# which equipment?



## sushigeezer (Aug 20, 2009)

Hi folks,

could you please help me with choosing a wright equipment package for a home gym?

I've been offered 0% finance from Littlewoods.com so I will have to choose something from here.

bench and free weights? or a multigym?

have a look and let me know.

http://www.littlewoods.com/rf/s.do/sports/gym-equipment/multi-gyms-weights?N=156+4294484291+85+4294965504&Np=1Ν=this_product&seo=t

cheers!


----------



## Round-2 (Jul 20, 2009)

1 vote for bench n free weights.

Get squatting my friend


----------



## manson (Jun 21, 2008)

wtf weider pro 5500 £649 :confused1: when i first got back into lifting a couple of years ago i bought one of these from littlewoods £340 lmfao £309 price increase????? thought older stuff goes down in price :lol:

85k weight stack resistance upto approx 125k i still think it was a good buy "at the time" but i do wish i would of gone all out for a power cage and free weights as i ended up buying bench weights and squat stand anyway, couldnt get a cage as now dont have the room :cursing: but we live and learn.
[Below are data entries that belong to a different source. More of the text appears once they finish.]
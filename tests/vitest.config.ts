import { defineConfig } from 'vitest/config';
import { fileURLToPath } from 'node:url';

const root = fileURLToPath(new URL('..', import.meta.url));

// Three kinds of test, each runnable alone: `vitest run --config tests/vitest.config.ts --project unit`.
export default defineConfig({
  root,
  resolve: { alias: { '~': fileURLToPath(new URL('../src', import.meta.url)) } },
  test: {
    // Off by default (one file runs fast); `npm test` turns it on for the unit project and fails below the
    // thresholds. Repositories and services are exercised by the integration tests, which this measure leaves
    // out, so roughly half of src/lib counts as uncovered here: the figure guards the pure modules' share.
    // AST-aware remapping counts statements and branches as written (Vitest's default from version 4).
    coverage: {
      provider: 'v8',
      include: ['src/lib/**/*.{ts,tsx}'],
      reporter: ['text-summary'],
      reportsDirectory: '.data/coverage',
      experimentalAstAwareRemapping: true,
      // A few points under the unit figures measured when the thresholds were set (statements 55.6 %,
      // branches 55.4 %, functions 45.7 %, lines 56.0 %): a drop fails, ordinary churn does not.
      thresholds: {
        'src/lib/**': { statements: 52, branches: 52, functions: 42, lines: 52 },
      },
    },
    projects: [
      {
        extends: true,
        test: { name: 'unit', include: ['tests/unit/**/*.test.ts'], environment: 'node' },
      },
      {
        extends: true,
        test: {
          name: 'integration',
          include: ['tests/integration/**/*.test.ts'],
          globalSetup: ['tests/integration/global-setup.ts'],
          testTimeout: 30_000,
          hookTimeout: 60_000,
        },
      },
      {
        extends: true,
        test: {
          name: 'e2e',
          include: ['tests/e2e/**/*.test.ts'],
          globalSetup: ['tests/e2e/global-setup.ts'],
          testTimeout: 60_000,
          hookTimeout: 120_000,
        },
      },
    ],
  },
});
the weights they sell are dire m8 2 piece barbell and plastic weights says it all!

if littlewoods is your only choice you need to really spec the gear and check online for price differences and what the item actually has and does not have, if you check the golds gym multifunction bench you see a picture of the utility bench but the description is of a run of the mill bench with uprights.

good luck hard decision ahead for you. but remember jump in like me you may regret it later.


----------